<<<<
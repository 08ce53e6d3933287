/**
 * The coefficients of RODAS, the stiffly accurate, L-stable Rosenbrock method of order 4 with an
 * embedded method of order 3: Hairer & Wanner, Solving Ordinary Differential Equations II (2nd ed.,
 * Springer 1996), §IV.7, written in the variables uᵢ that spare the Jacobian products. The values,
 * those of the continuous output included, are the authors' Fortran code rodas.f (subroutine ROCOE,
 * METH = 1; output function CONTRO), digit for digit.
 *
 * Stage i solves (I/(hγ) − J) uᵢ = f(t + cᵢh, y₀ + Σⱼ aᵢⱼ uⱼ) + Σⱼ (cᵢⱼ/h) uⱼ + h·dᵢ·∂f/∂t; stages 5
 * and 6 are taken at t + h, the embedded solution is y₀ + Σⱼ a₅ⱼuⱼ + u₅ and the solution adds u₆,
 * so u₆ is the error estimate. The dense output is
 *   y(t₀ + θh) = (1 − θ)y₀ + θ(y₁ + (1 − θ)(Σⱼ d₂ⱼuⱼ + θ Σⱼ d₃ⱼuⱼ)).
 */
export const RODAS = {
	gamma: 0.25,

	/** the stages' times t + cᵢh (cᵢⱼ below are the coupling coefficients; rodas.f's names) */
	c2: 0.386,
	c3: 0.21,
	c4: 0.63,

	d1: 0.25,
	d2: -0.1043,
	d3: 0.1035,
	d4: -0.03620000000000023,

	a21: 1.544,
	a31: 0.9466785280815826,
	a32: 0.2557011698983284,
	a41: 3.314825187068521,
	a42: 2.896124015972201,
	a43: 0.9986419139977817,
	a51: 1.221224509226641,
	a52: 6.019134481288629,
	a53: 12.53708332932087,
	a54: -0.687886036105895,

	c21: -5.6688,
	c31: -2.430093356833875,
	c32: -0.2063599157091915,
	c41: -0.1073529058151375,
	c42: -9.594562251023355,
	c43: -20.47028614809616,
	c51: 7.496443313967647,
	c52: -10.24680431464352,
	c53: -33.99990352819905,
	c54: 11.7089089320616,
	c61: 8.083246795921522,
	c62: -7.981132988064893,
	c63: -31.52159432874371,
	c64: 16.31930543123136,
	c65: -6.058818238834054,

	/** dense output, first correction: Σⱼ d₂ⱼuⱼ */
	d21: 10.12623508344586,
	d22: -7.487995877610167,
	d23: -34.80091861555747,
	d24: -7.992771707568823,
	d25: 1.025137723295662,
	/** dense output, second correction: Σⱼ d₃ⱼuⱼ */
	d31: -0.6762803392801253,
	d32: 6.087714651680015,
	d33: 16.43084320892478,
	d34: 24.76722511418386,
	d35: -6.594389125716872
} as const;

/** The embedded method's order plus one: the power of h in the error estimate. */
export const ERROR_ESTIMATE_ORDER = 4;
>>>>
Task directions:
Out of the records above, pull the lines that include the word "d₃ⱼuⱼ".

Expected answer:
 *   y(t₀ + θh) = (1 − θ)y₀ + θ(y₁ + (1 − θ)(Σⱼ d₂ⱼuⱼ + θ Σⱼ d₃ⱼuⱼ)).
	/** dense output, second correction: Σⱼ d₃ⱼuⱼ */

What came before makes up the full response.